After a warm speech against the injustice and unconstitutionality of meddling with the question of slavery in any shape, Tucker moved to strike out the whole report, and substitute for it a simple resolution, refusing to take the memorial into consideration "as unconstitutional, and tending to injure some of the states of the Union." Jackson seconded the motion in a speech equally warm, to which Vining replied. But this motion of Tucker's, after a good deal of time spent upon that point, was declared out of order.

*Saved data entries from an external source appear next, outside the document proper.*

"""Line numbers of keys, in every way that TOML 1.0 has of writing them."""

from __future__ import annotations

from lodestroke.rig.locate import line_of, lines_of

TEXT = '''# comment = "not a key"
title = "a # b = c"
a.b.c = 1
'q u'."o t" = 2
[table]
key = [ 1, # one = 1
  { x = 1, y = { z = "}" } },
  "]" ]
text = """
fake = 1
[fake]
"""
raw = \'\'\'it''s\'\'\'\'
after = 3

[[rows]]
n = 1
[rows.sub]
m = 1
[[rows]]
n = 2
  [[rows.inner]]
  p = 1
  [[rows.inner]]
  p = 2
[ spaced . out ]
k = 1979-05-27T07:32:00Z
'''


def test_lines_are_found_for_every_way_of_writing_a_key() -> None:
    lines = lines_of(TEXT)
    for path, line in {
        ("title",): 2, ("a", "b", "c"): 3, ("q u", "o t"): 4, ("table",): 5, ("table", "key"): 6,
        ("table", "key", 1): 7, ("table", "key", 1, "y", "z"): 7, ("table", "key", 2): 8,
        ("table", "text"): 9, ("table", "raw"): 13, ("table", "after"): 14, ("rows",): 16,
        ("rows", 0, "n"): 17, ("rows", 0, "sub", "m"): 19, ("rows", 1, "n"): 21,
        ("rows", 1, "inner", 0, "p"): 23, ("rows", 1, "inner", 1, "p"): 25,
        ("spaced", "out", "k"): 27,
    }.items():
        assert lines[path] == line, path
    assert ("table", "fake") not in lines


def test_line_of_a_missing_key_is_that_of_its_table() -> None:
    lines = lines_of(TEXT)
    assert line_of(lines, ("rows", 1, "missing")) == 20
    assert line_of(lines, ("nowhere",)) == 1
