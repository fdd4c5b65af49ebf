"""CRC-32 (IEEE 802.3) over a buffer, stored and compared in place, little-endian.

On a 32-bit board a 32-bit integer would be allocated, so there the CRC is kept as two 16-bit halves
and never becomes one number. CPython uses binascii; boards with a viper emitter use crc_fast.py;
the rest use the bytecode below. tests/golden/test_frames.py holds all of them to one table.
"""

import binascii
from array import array

from ..compat import MICROPYTHON, const

_POLY = const(0xEDB88320)          # reflected 0x04C11DB7
_OUT = const(512)


def make_table() -> "array[int]":
    """256 low halves, 256 high halves, then two places for the result."""
    work = array("H", [0] * 514)
    for i in range(256):
        c = i
        for _ in range(8):
            c = (c >> 1) ^ _POLY if c & 1 else c >> 1
        work[i] = c & 0xFFFF
        work[256 + i] = c >> 16
    return work


def halves(buf: bytearray, start: int, n: int, work: "array[int]") -> None:
    """CRC of n bytes from start; low half to work[512], high half to work[513]."""
    lo = 0xFFFF
    hi = 0xFFFF
    for i in range(start, start + n):
        k = (lo ^ buf[i]) & 0xFF
        lo = ((lo >> 8) | ((hi & 0xFF) << 8)) ^ work[k]
        hi = (hi >> 8) ^ work[256 + k]
    work[_OUT] = lo ^ 0xFFFF
    work[_OUT + 1] = hi ^ 0xFFFF


_work = make_table()
_halves = halves
if MICROPYTHON:
    try:
        from . import crc_fast

        _halves = crc_fast.halves  # type: ignore[assignment]
    except (ImportError, SyntaxError):
        pass                       # no viper emitter on this port: the bytecode does it


def _compute(buf: bytearray, start: int, n: int) -> None:
    """Both halves of the CRC of buf[start:start+n] into the result places of _work."""
    if MICROPYTHON:
        _halves(buf, start, n, _work)
        return
    crc = binascii.crc32(memoryview(buf)[start : start + n])
    _work[_OUT] = crc & 0xFFFF
    _work[_OUT + 1] = crc >> 16


def seal(buf: bytearray, start: int, n: int) -> None:
    """Write the CRC of buf[start:start+n] behind it."""
    _compute(buf, start, n)
    lo = _work[_OUT]
    hi = _work[_OUT + 1]
    at = start + n
    buf[at] = lo & 0xFF
    buf[at + 1] = lo >> 8
    buf[at + 2] = hi & 0xFF
    buf[at + 3] = hi >> 8


def holds(buf: bytearray, start: int, n: int) -> bool:
    """Whether the four bytes behind buf[start:start+n] are its CRC."""
    _compute(buf, start, n)
    at = start + n
    low = buf[at] | (buf[at + 1] << 8)
    high = buf[at + 2] | (buf[at + 3] << 8)
    return low == _work[_OUT] and high == _work[_OUT + 1]
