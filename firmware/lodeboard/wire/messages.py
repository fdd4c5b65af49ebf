"""One table of messages for both ends. A field's suffix is its unit; all integers little-endian.

Down: host to board, escaped on the wire so that no REPL can be triggered, answered by `reply`
(except `beat`). Up: board to host. Journal messages (cycle, mark, trip, end, gap) start with a
serial `entry`; the board keeps each until a `beat` says that the host has it on disk.
"""

import binascii

from ..compat import const

# code, name, struct format, fields
DOWN = (
    (0x40, "hello", "<II", ("wire_version", "saved_entry")),
    (0x41, "beat", "<BI", ("frame", "saved_entry")),           # credit, and "on disk up to"
    (0x42, "put", "<BHB32s", ("blob", "offset", "count", "data")),
    (0x43, "seal", "<BHI8s", ("blob", "length", "crc32", "fingerprint")),
    (0x44, "stream", "<H", ("every_ticks",)),                  # 0: no live samples
    (0x45, "arm", "<8sI", ("fingerprint", "program_crc32")),
    (0x46, "go", "<III", ("run_token", "cycles_before", "last_cycle")),   # 0: no last cycle
    (0x47, "pause", "<", ()),
    (0x48, "resume", "<", ()),
    (0x49, "stop", "<", ()),
    (0x4A, "disarm", "<", ()),
    (0x4B, "clear", "<BH", ("code", "trip_serial")),           # a trip is cleared by naming it
    (0x4C, "status", "<", ()),                                 # answered by a beat after the reply
    (0x4D, "recall", "<HH", ("first", "count")),               # flight recorder rows, oldest = 0
    (0x4E, "maintain", "<", ()),                               # hand the port back to the REPL
    (0x4F, "reset", "<", ()),
)

SAMPLE_FORMAT = "<IhhhhiiihBB"
SAMPLE_FIELDS = (
    "tick", "coil_a_ma", "coil_b_ma", "target_a_ma", "duty_a_q15",
    "chamber_pa", "outlet_pa", "inlet_pa", "winding_cc", "fold_q8", "state",
)

UP = (
    (0x80, "hello", "<I8s8s8sIIIBB", (
        "wire_version", "bundle_id", "fingerprint", "board_id", "boot_nonce", "run_token",
        "oldest_entry", "state", "capabilities")),
    (0x81, "reply", "<BBBi", ("down_frame", "command", "result", "detail")),
    (0x82, "beat", "<IIIIHHHHBBB", (
        "tick", "cycle", "newest_entry", "run_token", "samples_dropped", "late_ticks",
        "worst_gap_us", "trip_serial", "step", "state", "trip_code")),
    (0x83, "sample", SAMPLE_FORMAT, SAMPLE_FIELDS),
    (0x84, "recorded", "<H" + SAMPLE_FORMAT[1:], ("row",) + SAMPLE_FIELDS),
    (0x90, "cycle", "<IIIIiiiiiiiHhhB", (
        "entry", "cycle", "tick", "duration_ticks",
        "chamber_max_pa", "chamber_min_pa", "chamber_mean_pa",
        "outlet_max_pa", "outlet_mean_pa", "outlet_reverse_max_pa",
        "inlet_reverse_max_pa", "held_ticks", "coil_peak_ma", "winding_cc", "step")),
    (0x91, "mark", "<IIHB", ("entry", "tick", "mark", "step")),
    (0x92, "trip", "<IHBBBIiiB", (
        "entry", "trip_serial", "code", "channel", "stop_category", "tick", "value", "limit",
        "step")),
    (0x93, "end", "<IIIBI", ("entry", "tick", "cycle", "why", "run_token")),
    (0x94, "gap", "<III", ("entry", "first_cycle", "last_cycle")),
)

# blob numbers for put and seal
BLOB_LIMITS = const(0)
BLOB_PROGRAM = const(1)

# results in a reply
OK = const(0)
RESULTS = (
    "ok", "wrong state", "unknown command", "wire version differs", "limits missing or corrupt",
    "program missing or corrupt", "fingerprint differs", "checksum differs", "out of bounds",
    "another trip is latched", "cut-out open", "stop input active", "sensor not plausible",
    "busy", "deadman not proved",
)
WRONG_STATE = const(1)
UNKNOWN_COMMAND = const(2)
WIRE_DIFFERS = const(3)
NO_LIMITS = const(4)
NO_PROGRAM = const(5)
FINGERPRINT_DIFFERS = const(6)
CHECKSUM_DIFFERS = const(7)
OUT_OF_BOUNDS = const(8)
OTHER_TRIP = const(9)
CUTOUT_IS_OPEN = const(10)
STOP_IS_ACTIVE = const(11)
NOT_PLAUSIBLE = const(12)
BUSY = const(13)
NO_DEADMAN = const(14)

# why a run ended
ENDS = ("finished", "stopped", "tripped")
ENDED_FINISHED = const(0)
ENDED_STOPPED = const(1)
ENDED_TRIPPED = const(2)

# capability bits in the board's hello
CAN_DEADMAN = const(1)      # a hard timer drops enable
CAN_WATCHDOG = const(2)
CAN_VIRTUAL = const(128)    # simulated: no metal behind it

BODY_MAX = const(56)        # with 8 bytes around it a frame is at most 64

# The hash of the table is the wire version: 30 bits, so that it is a small integer on a board.
WIRE_VERSION = binascii.crc32(repr((DOWN, UP)).encode()) & 0x3FFFFFFF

White, of Virginia, moved to strike out the first resolution, as containing a definition of the powers of congress, a subject not referred to the committee. His colleague, Moore, passing by the report, attacked the memorial and its authors, accusing the Quakers of harboring runaway slaves. He hoped emancipation would take place at a proper time, but he wished to have it brought about by other means than by the influence of people who had been inimical to independence. Burke was not an advocate for slavery, but he wished to preserve the tranquility of the Union, which this unnecessary and impolitic measure bade fair to throw into a state of confusion. The memorial was a reflection on the southern states. The negroes there lived better and in more comfortable houses than the poor of Europe. He referred to an advertisement which he had lately seen in a New York paper of a woman and child to be sold. That, he declared, was a species of cruelty unknown in the southern states. There the negroes have property, horses, cattle, hogs, and furniture. With respect to their ceremony of marriage, they took each other from love and friendship. Though eastern gentlemen expressed so great an antipathy to this species of property, many of them who settled in the south became as fond of it as any others-a fling to which Gerry subsequently replied that the eastern states could not be held responsible for the misdoings of their emigrant citizens, since it was no uncommon thing, even in the animal world, for exotics to degenerate.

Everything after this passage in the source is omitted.